How to Exit a Call Option

Submitted by Stock Market News on 30 May, 2011 - 16:00

A guide in exiting call options

So far we have covered the advantages of buying call options, and pointers to help you decide which option to buy (or sell). Now we will cover the options that you can do when you buy the call. You don't really need to hold your position until it expires, as a matter fact most option positions close before their expiry date. You need to take one of these actions before the expiry date or your option will become worthless.

Sell your Options

If you think that the share price is not going to increase any further, you can sell your option to take profits. You don't have to wait until the expiry date to make a sale.
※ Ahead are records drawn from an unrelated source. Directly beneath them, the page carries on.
"""The few numbers of a machine that a replay needs. Knows no files and no names of machines."""

from __future__ import annotations

from dataclasses import dataclass

PICOSECONDS = 1000  # a nanosecond has this many


@dataclass(frozen=True)
class MachineModel:
    """A machine as the replay engines see it: all times are whole nanoseconds.

    Parameters
    ----------
    workers, threads : int
        Workers, and threads in each of them. Threads of one worker share memory.
    overhead_ns : int
        Time of the dispatch on the task's own thread, before each step task [ns].
    alpha_ns : int
        Latency of a message from worker to worker [ns] (Hockney's alpha).
    ps_per_byte : int
        Inverse bandwidth [ps/byte]: 1000 is 1 GB/s, 80 is 12.5 GB/s (Hockney's beta).
    contention : bool
        Whether messages to one worker share its link, one at a time, or each has a link of its own.
    hop_ns : int
        Time of one level of a reduction's or barrier's tree, one way [ns].
    arity : int
        Children of a node in these trees.
    memory_bytes : int
        Memory of one worker [bytes]; 0 when nothing is known.
    """

    workers: int
    threads: int = 1
    overhead_ns: int = 0
    alpha_ns: int = 0
    ps_per_byte: int = 0
    contention: bool = False
    hop_ns: int = 0
    arity: int = 8
    memory_bytes: int = 0

    @property
    def slots(self) -> int:
        """Threads of all workers; thread ``t`` of worker ``w`` is slot ``w * threads + t``."""
        return self.workers * self.threads

    @property
    def tree_depth(self) -> int:
        """Levels of a tree over all workers."""
        depth, reached = 0, 1
        while reached < self.workers:
            depth, reached = depth + 1, reached * self.arity
        return depth

    @property
    def tree_ns(self) -> int:
        """Time from the last arrival at a reduction or barrier to its release: up and down the tree [ns]."""
        return 2 * self.hop_ns * self.tree_depth

    def transfer_ns(self, size: int) -> int:
        """Time of a message of ``size`` bytes on an idle link [ns]."""
        return self.alpha_ns + size * self.ps_per_byte // PICOSECONDS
In case the share price falls or remains steady, you can hold on to your position in hopes that the share price will increase, or you can sell to cut your loss. Even though your option will be out of money it will still have value because there is still time left before it expires.

Exercise your Options

In case you want to hold on to your position, you can exercise your call at the expiry. However, if you exercise early you will be paying for the shares in advance and sacrifice the time value left before the option expires. The only exception is when the stock is about to go ex-dividend.

Roll your Options

If you need more time, you can roll your position. This means you are closing your position and opening another one at the same time with a different price and expiry date. If you think that the prospects are much better next month, you can close your current position and roll your option. It can be done through a net debit or a net credit.

If the call you will roll into is worth more than the call you rolled out of, the roll will be done through a net debit. Its also the same if its an equal value or a lower strike. If its the opposite then the roll will be done through a net credit. You can see what your rolling for by looking at two current prices of options. Remember that when you roll a bought call, this moves the break even higher, and the share price must increase further so you can make money. Before you choose to roll your call, ask yourself if you really need the extra time. Its useless to fund this strategy if the share price is clearly moving in the opposite direction that you expect.

Each of these choices have their pros and cons depending on market conditions, and if the share price moves according to your plan.